GIVEN ENTRIES:
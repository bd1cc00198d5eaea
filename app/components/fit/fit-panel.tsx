// The Fit panel of the mechanism page: the group's data sets, fitting the text's parameters to
// them on the server, every fit anyone ran (appearing live), one fit's results, and the
// sensitivities and rates of production that tell which parameters the data can pin down.
import { useMemo, useState } from "react";
import type * as Y from "yjs";
import type { RoomReport } from "~/shared/analysis-map";
import { parseMechanism } from "~/chem/parse";
import { TimeAgo } from "~/components/time-ago";
import { DataSetsCard } from "./data-sets-card";
import { FitForm } from "./fit-form";
import { FitResultView } from "./fit-result";
import { SensitivityCard } from "./sensitivity-card";
import { useFits, type DataSetEntry } from "./use-fits";

interface Props {
  mechanismId: string;
  source: Y.Text | null;
  doc: Y.Doc | null;
  /** Changes with every analysis, so the parameter list follows the text. */
  report: RoomReport | null;
  canEdit: boolean;
}

export function FitPanel({ mechanismId, source, doc, report, canEdit }: Props) {
  const { dataSets, fits, error, reload } = useFits(mechanismId, doc);
  const [chosen, setChosen] = useState<Set<string>>(new Set());
  const [shownFit, setShownFit] = useState<string | null>(null);
  const candidates = useMemo(() => {
    const { mechanism } = parseMechanism(source?.toString() ?? "");
    return [...Object.keys(mechanism.parameters), ...mechanism.species.map((species) => `[${species}]0`)];
    // The report changes when the text does; the Y.Text object itself does not.
  }, [source, report]);
  const choose = (id: string, on: boolean) =>
    setChosen((current) => {
      const next = new Set(current);
      if (on) next.add(id);
      else next.delete(id);
      return next;
    });
  const fit = fits.find((each) => each.id === shownFit) ?? fits[0];

  return (
    <div className="space-y-4" data-testid="fit-panel">
      <p className="rounded-md border border-signal bg-signal-soft px-3 py-2 text-xs text-signal" role="note">
        Fitted values and simulated dynamics model the chemistry as written. They do not replace experimental hazard assessment, local rules or licensed practice.
      </p>
      {error && <p className="notice-error">{error}</p>}
      <div className="grid gap-4 lg:grid-cols-2">
        <DataSetsCard mechanismId={mechanismId} dataSets={dataSets} canEdit={canEdit} chosen={chosen} onChoose={choose} onChanged={() => void reload()} />
        {canEdit ? (
          <FitForm mechanismId={mechanismId} candidates={candidates} chosenDataSets={inUploadOrder(dataSets.filter((d) => chosen.has(d.id)))} onFinished={() => void reload()} />
        ) : (
          <section className="card p-4 text-sm text-muted">Editors run fits; you see every fit here as it finishes.</section>
        )}
      </div>
      {fits.length > 0 && (
        <section className="card p-4" data-testid="fit-list">
          <h3>Fits</h3>
          <ul className="mt-2 divide-y divide-line text-sm">
            {fits.map((each) => (
              <li key={each.id}>
                <button type="button" className={`flex w-full items-center gap-3 py-1.5 text-left ${each.id === fit?.id ? "font-medium text-ink" : "text-muted"}`} onClick={() => setShownFit(each.id)}>
                  <span className="flex-1 truncate">{each.settings.vary.join(", ")} to {each.settings.dataSets.map((d) => d.name).join(", ")}</span>
                  <span className="text-xs">{each.status === "done" ? `cost ${each.result?.cost.toPrecision(3)}` : each.status}</span>
                  <span className="text-xs">{each.ranBy ?? "someone"} · <TimeAgo at={each.createdAt} /></span>
                </button>
              </li>
            ))}
          </ul>
        </section>
      )}
      {fit && <FitResultView key={fit.id} mechanismId={mechanismId} fit={fit} canEdit={canEdit} source={source} />}
      <SensitivityCard mechanismId={mechanismId} source={() => source?.toString() ?? ""} />
    </div>
  );
}

/** Chosen data sets oldest first, so a fit (and the version it names) lists them as they were uploaded. */
function inUploadOrder(dataSets: DataSetEntry[]): string[] {
  return [...dataSets].sort((a, b) => a.createdAt.localeCompare(b.createdAt)).map((d) => d.id);
}
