// What to fit: the parameters to vary (each with optional bounds) and the chosen data sets; runs
// the fit on the server with its place in the queue, its iterations and falling cost, and cancel.
import { useState } from "react";
import type { FitResult } from "~/chem/fit/types";
import { MAX_FIT_PARAMETERS } from "~/chem/limits";
import { useDynamicsJob } from "~/components/dynamics/use-dynamics-job";
import { FitStatus } from "./fit-progress";

interface Props {
  mechanismId: string;
  /** Names a fit may vary: the text's parameters, then `[X]0` for each species. */
  candidates: string[];
  chosenDataSets: string[];
  onFinished(): void;
}

type Bounds = Record<string, { low?: number; high?: number }>;

export function FitForm({ mechanismId, candidates, chosenDataSets, onFinished }: Props) {
  const job = useDynamicsJob<FitResult & { id: string }>(`/api/v1/mechanisms/${mechanismId}/fits`);
  const [vary, setVary] = useState<string[]>([]);
  const [bounds, setBounds] = useState<Bounds>({});
  const toggle = (name: string, on: boolean) => setVary((current) => (on ? [...current, name].slice(0, MAX_FIT_PARAMETERS) : current.filter((each) => each !== name)));
  const setBound = (name: string, end: "low" | "high", text: string) =>
    setBounds((current) => ({ ...current, [name]: { ...current[name], [end]: text.trim() === "" ? undefined : Number(text) } }));

  async function run() {
    const chosenBounds = Object.fromEntries(vary.filter((name) => bounds[name]).map((name) => [name, bounds[name]]));
    await job.run({ dataSets: chosenDataSets, vary, bounds: chosenBounds });
    onFinished();
  }

  const ready = vary.length > 0 && chosenDataSets.length > 0;
  return (
    <section className="card p-4" data-testid="fit-form">
      <h3>Fit</h3>
      <p className="mt-1 text-xs text-muted">
        Weighted least squares (Levenberg–Marquardt) in log space on the chosen data sets; tick the parameters to estimate, and give bounds if you know them.
      </p>
      <div className="mt-3 max-h-56 overflow-auto rounded border border-line">
        <table className="w-full text-sm">
          <thead className="text-left text-xs uppercase tracking-wider text-muted">
            <tr><th className="px-2 py-1">Vary</th><th>Lower bound</th><th>Upper bound</th></tr>
          </thead>
          <tbody>
            {candidates.map((name) => (
              <tr key={name} className="border-t border-line">
                <td className="px-2 py-1">
                  <label className="flex items-center gap-2 font-mono">
                    <input type="checkbox" checked={vary.includes(name)} onChange={(e) => toggle(name, e.target.checked)} data-testid={`vary-${name}`} />
                    {name}
                  </label>
                </td>
                {(["low", "high"] as const).map((end) => (
                  <td key={end}>
                    <input
                      className="field w-28 py-0.5 text-xs"
                      type="number"
                      step="any"
                      min={0}
                      disabled={!vary.includes(name)}
                      aria-label={`${end === "low" ? "lower" : "upper"} bound of ${name}`}
                      value={bounds[name]?.[end] ?? ""}
                      onChange={(e) => setBound(name, end, e.target.value)}
                    />
                  </td>
                ))}
              </tr>
            ))}
          </tbody>
        </table>
      </div>
      <div className="mt-3 flex flex-wrap items-center gap-3">
        {job.running ? (
          <button type="button" className="btn btn-danger" onClick={job.cancel}>Cancel</button>
        ) : (
          <button type="button" className="btn btn-primary" disabled={!ready} onClick={() => void run()} data-testid="run-fit">Run fit</button>
        )}
        <span className="text-xs text-muted">
          {vary.length} parameter{vary.length === 1 ? "" : "s"} · {chosenDataSets.length} data set{chosenDataSets.length === 1 ? "" : "s"}
          {!ready && " — tick at least one of each"}
        </span>
      </div>
      <FitStatus job={job} />
    </section>
  );
}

WORK TO BE COMPLETED:
From the records above, repeat exactly the lines from the one with "return next;" through the one with "border border-signal bg-signal-soft", both included.

THE ANSWER:
      return next;
    });
  const fit = fits.find((each) => each.id === shownFit) ?? fits[0];

  return (
    <div className="space-y-4" data-testid="fit-panel">
      <p className="rounded-md border border-signal bg-signal-soft px-3 py-2 text-xs text-signal" role="note">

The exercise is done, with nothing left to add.